Conroy’s humility and self-deprecation were matched by his ribald humor and larger-than-life personality; his warmth, charm and fierce intelligence. All of these qualities, and more, can be found in MY EXAGGERATED LIFE, a book in which Conroy bares aspects of his soul for some 330 pages, always with a quip, a colorful story, a cutting remark.

Here is the author on his sadistic father, a Marine fighter pilot who unmercifully beat his wife and children, especially Pat: “Dad eventually broke all our spirits. Carol is mentally ill and Tom had a violent suicide. Carol was the smartest girl in the world until Dad broke her spirit. When Dad came home, Carol would give out the warning: ‘Godzilla is home!’ We’d all go hide. I was like a sheepherder, moving. I could get the kids running. We had hiding places everywhere we went. Carol told me, ‘Our parents are crazy, and we’ve got to be careful.’”

The Great Santini (Conroy’s nickname for his father) then sent him to The Citadel, an infamous South Carolina military academy. “The Citadel also beat the shit out of me with its avid cruelty and amazing capacity for sadism,” Conroy recalls. “So I was ready for life...it was a great way to go out into the world...terrified of everything, suspicious of everything, doubting everything...knowing that life was going to beat the shit out of me. I was expecting it. I expected every bloom to fall.”

How Conroy transmuted all that sadness and cruelty into literature is explored in depth in MY EXAGGERATED LIFE. “The writing of ‘The Great Santini’”–-(his family story)–“split me open, spilled me out on the floor, and threw me into Dr. Marion O’Neill’s office...She was straight with me. I had to have straight answers...Don’t sit there like a shrink fruitcake and just stare at me. I got to know how I’m doing,” he said.

When he announced that he thought he might be crazy, O’Neill replied, “Yes, I think you are. But I can help you.”

And help she did. Conroy managed to contain his madness and continue writing, with unrivaled power and courage. As he explains, “My writing life would be worthless if I did not write about the things I wasn’t supposed to.
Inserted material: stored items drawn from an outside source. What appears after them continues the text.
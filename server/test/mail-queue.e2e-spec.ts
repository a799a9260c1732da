import type { CaughtMail, ChecklistItem, ResultUpsert } from '@yardcall/shared';
import { randomUUID } from 'node:crypto';
import request from 'supertest';
import { MailService } from '../src/mail/mail.service';
import { answerAndSubmit, bearer, bodyOf, newTractor, startInspection, suiteApp } from './helpers';

describe('e-mail on safety defects, through the job queue', () => {
  const { t, tokens } = suiteApp();

  async function submitWithDefects(vehicleId: string, pick: (items: ChecklistItem[]) => ChecklistItem[]) {
    const started = await startInspection(t.url, tokens.driver, { vehicleIds: [vehicleId] });
    const bad = new Set(pick(started.checklist.items).map((i) => i.key));
    const results: ResultUpsert[] = started.checklist.items
      .filter((i) => bad.has(i.key))
      .map((item) => ({
        itemKey: item.key,
        answer: 'defect',
        detail: 'Cracked, "worse" since Monday',
        answeredAt: new Date().toISOString(),
        clientId: randomUUID(),
      }));
    return answerAndSubmit(t.url, tokens.driver, started.id, results);
  }

  it("holds the demo history's safety-defect e-mails from the boot, made again since the catcher keeps none", async () => {
    const outbox = bodyOf<CaughtMail[]>(await request(t.url).get('/api/mail/outbox').set(bearer(tokens.admin)));
    const demo = outbox.filter((m) => m.subject.startsWith('Safety defect on unit KV-T22:'));
    // One to each mechanic and supervisor of the organisation, as a real report's alert.
    expect(demo.flatMap((m) => m.to).sort()).toEqual(await recipients());
    expect(demo[0]!.text).toMatch(/Trailer air lines/);
  });

  async function recipients(role?: 'mechanic'): Promise<string[]> {
    const rows = await t.dataSource.query<{ email: string }[]>(
      `SELECT u.email FROM users u JOIN users a ON a.organization_id = u.organization_id
        WHERE a.email = 'admin@yardcall.test' AND u.role = ANY($1) AND u.status = 'active'
        ORDER BY u.email`,
      [role ? [role] : ['mechanic', 'supervisor']],
    );
    return rows.map((r) => r.email);
  }

  // Polls the admin's outbox until `count` messages about this unit arrived (or the time is up).
  async function waitForMail(unitNumber: string, count: number, timeoutMs = 20_000): Promise<CaughtMail[]> {
    const until = Date.now() + timeoutMs;
    let found: CaughtMail[] = [];
    while (Date.now() < until) {
      const outbox = bodyOf<CaughtMail[]>(await request(t.url).get('/api/mail/outbox').set(bearer(tokens.admin)));
      found = outbox.filter((m) => m.subject.includes(unitNumber));
      if (found.length >= count) return found;
      await new Promise((resolve) => setTimeout(resolve, 250));
    }
    return found;
  }

  it('retries a failed send and then delivers one e-mail to each mechanic and supervisor', async () => {
    const to = await recipients();
    const mechanics = await recipients('mechanic');
    expect(to.length).toBeGreaterThanOrEqual(2);
    const vehicle = await newTractor(t.url, tokens.admin, 'MQ');
    // The loopback catcher refuses the next two messages about this unit, as a busy mail server would.
    t.app.get(MailService).failNextSends(2, vehicle.unitNumber);
    const report = await submitWithDefects(vehicle.id, (items) =>
      items.filter((i) => i.safety && i.expects.type === 'check').slice(0, 2),
    );

    const mail = await waitForMail(vehicle.unitNumber, to.length);
    expect(mail.flatMap((m) => m.to).sort()).toEqual(to);
    for (const message of mail) {
      expect(message.subject).toContain(`Safety defect on unit ${vehicle.unitNumber}`);
      expect(message.text).toContain('Dana Okafor');
      for (const defect of report.defects.filter((d) => d.safety)) expect(message.text).toContain(defect.title);
      // Each to the screen of their own job.
      expect(message.text).toContain(
        message.to.some((address) => mechanics.includes(address))
          ? 'http://yardcall.example.test/mechanic'
          : `http://yardcall.example.test/supervisor/inspections/${report.id}`,
      );
    }

    // The queue shows the retries: every message sent, at least one after a failure.
    const jobs = await t.dataSource.query<{ state: string; retry_count: number; to: string }[]>(
      `SELECT state, retry_count, data->>'to' AS to FROM pgboss.job
        WHERE name = 'send-mail' AND data->>'subject' LIKE $1`,
      [`%${vehicle.unitNumber}%`],
    );
    expect(jobs.map((j) => j.to).sort()).toEqual(to);
    const until = Date.now() + 5000;
    while (Date.now() < until) {
      const states = await t.dataSource.query<{ state: string }[]>(
        `SELECT state FROM pgboss.job WHERE name = 'send-mail' AND data->>'subject' LIKE $1`,
        [`%${vehicle.unitNumber}%`],
      );
      if (states.every((s) => s.state === 'completed')) break;
      await new Promise((resolve) => setTimeout(resolve, 200));
    }
    const final = await t.dataSource.query<{ state: string; retry_count: number }[]>(
      `SELECT state, retry_count FROM pgboss.job WHERE name = 'send-mail' AND data->>'subject' LIKE $1`,
      [`%${vehicle.unitNumber}%`],
    );
    expect(final.every((j) => j.state === 'completed')).toBe(true);
    expect(final.reduce((sum, j) => sum + j.retry_count, 0)).toBe(2);
    // One fan-out job for the report.
    const fanOut = await t.dataSource.query<{ n: number }[]>(
      `SELECT count(*)::int AS n FROM pgboss.job WHERE name = 'safety-defect-reported' AND data->>'inspectionId' = $1`,
      [report.id],
    );
    expect(fanOut[0]!.n).toBe(1);
  });

  it('sends nothing for a report without a safety defect', async () => {
    const vehicle = await newTractor(t.url, tokens.admin, 'MN');
    const report = await submitWithDefects(vehicle.id, (items) =>
      items.filter((i) => !i.safety && i.expects.type === 'check').slice(0, 1),
    );
    expect(report.defects.some((d) => d.safety)).toBe(false);
    const fanOut = await t.dataSource.query<{ n: number }[]>(
      `SELECT count(*)::int AS n FROM pgboss.job WHERE name = 'safety-defect-reported' AND data->>'inspectionId' = $1`,
      [report.id],
    );
    expect(fanOut[0]!.n).toBe(0);
    expect(await waitForMail(vehicle.unitNumber, 1, 1500)).toEqual([]);
  });
});
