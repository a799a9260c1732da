import type { ApiErrorBody } from '@yardcall/shared';
import type request from 'supertest';

// supertest types bodies as any; these name what a test expects to read.
export function errorBody(response: request.Response): ApiErrorBody {
  return response.body as ApiErrorBody;
}

export function bodyOf<T>(response: request.Response): T {
  return response.body as T;
}

// Buffers the response body whatever its type, so binary bodies compare byte for byte.
export function binary(call: request.Test): request.Test {
  return call.buffer(true).parse((response, done) => {
    const chunks: Buffer[] = [];
    response.on('data', (chunk: Buffer) => chunks.push(chunk));
    response.on('end', () => done(null, Buffer.concat(chunks)));
  });
}
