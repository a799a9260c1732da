import {
  OFFLINE_WINDOW_DAYS,
  type ChecklistItem,
  type FleetBoard,
  type InspectionPage,
  type InspectionResponse,
  type ResultUpsert,
  type UserSummary,
  type VehicleResponse,
} from '@yardcall/shared';
import { randomUUID } from 'node:crypto';
import request from 'supertest';
import { DEMO_PASSWORD } from '../src/database/seed-data';
import {
  answerAndSubmit,
  bearer,
  binary,
  bodyOf,
  errorBody,
  newTractor,
  postInspection,
  ROLE_EMAILS,
  startInspection,
  suiteApp,
  tractorRequest,
  unitNumber,
} from './helpers';
import { pdfText } from './pdf-text';

const HOUR = 3_600_000;
const DAY = 24 * HOUR;

// A 400 naming exactly one field, with a message that says what is wrong with it.
function expectOnlyField(response: request.Response, field: string, says: RegExp): void {
  const fields = errorBody(response).fields ?? [];
  expect(fields.map((f) => f.field)).toEqual([field]);
  expect(fields[0]?.message).toMatch(says);
}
Telling the truth trumps every single thing. Politicians can talk for hours and not say one thing. This is also true of most people–-there’s this giant conspiracy of silence to protect your own nest, which is always under attack. So it’s the writer’s job to say something, to tell the truth. And I am a writer. That’s the only thing I’ve ever been or ever could do well, and I try to tell the truth in my writing.”